- _What is needed_
Each line in the entries that has the word "export" has to be copied.

[Stored items]
- - - - -

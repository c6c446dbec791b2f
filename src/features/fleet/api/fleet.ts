import { queryOptions, useQuery } from '@tanstack/react-query';
import { apiGet, apiPost } from '@/lib/api-client';
import { queryKeys } from '@/lib/query-keys';
import { useRefreshingMutation } from '@/lib/refreshing-mutation';
import type { AirframeInput, FleetAirframe, TagSheetEntry } from '@shared/schemas/fleet';

export const fleetQueryOptions = () =>
  queryOptions({
    queryKey: queryKeys.fleet.airframes,
    queryFn: ({ signal }) => apiGet<FleetAirframe[]>('/fleet/airframes', signal),
  });
export const useFleet = () => useQuery(fleetQueryOptions());

export const basesQueryOptions = () =>
  queryOptions({
    queryKey: queryKeys.fleet.bases,
    queryFn: ({ signal }) => apiGet<{ id: number; code: string; name: string }[]>('/fleet/bases', signal),
    staleTime: 5 * 60_000,
  });
export const useBases = () => useQuery(basesQueryOptions());

export const tagSheetQueryOptions = (ids: number[] | null) =>
  queryOptions({
    queryKey: queryKeys.fleet.tagSheet(ids),
    queryFn: ({ signal }) =>
      apiGet<TagSheetEntry[]>(`/fleet/tag-sheet${ids ? `?ids=${ids.join(',')}` : ''}`, signal),
  });
export const useTagSheet = (ids: number[] | null) => useQuery(tagSheetQueryOptions(ids));

// An airframe added or a tag reissued also changes the list every other screen reads.
export const useSaveAirframe = () =>
  useRefreshingMutation(
    ({ id, input }: { id: number | null; input: AirframeInput }) =>
      apiPost<{ id: number }>(id === null ? '/fleet/airframes' : `/fleet/airframes/${id}`, input),
    queryKeys.fleet.all,
    queryKeys.airframes.all,
  );

export const useReissueTag = () =>
  useRefreshingMutation(
    (airframeId: number) =>
      apiPost<{ airframeId: number; tag: { shortCode: string }; revoked: number }>(
        `/fleet/airframes/${airframeId}/reissue-tag`,
      ),
    queryKeys.fleet.all,
    queryKeys.airframes.all,
  );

- - - - -

- _Exercise result_
export const fleetQueryOptions = () =>
export const useFleet = () => useQuery(fleetQueryOptions());
export const basesQueryOptions = () =>
export const useBases = () => useQuery(basesQueryOptions());
export const tagSheetQueryOptions = (ids: number[] | null) =>
export const useTagSheet = (ids: number[] | null) => useQuery(tagSheetQueryOptions(ids));
export const useSaveAirframe = () =>
export const useReissueTag = () =>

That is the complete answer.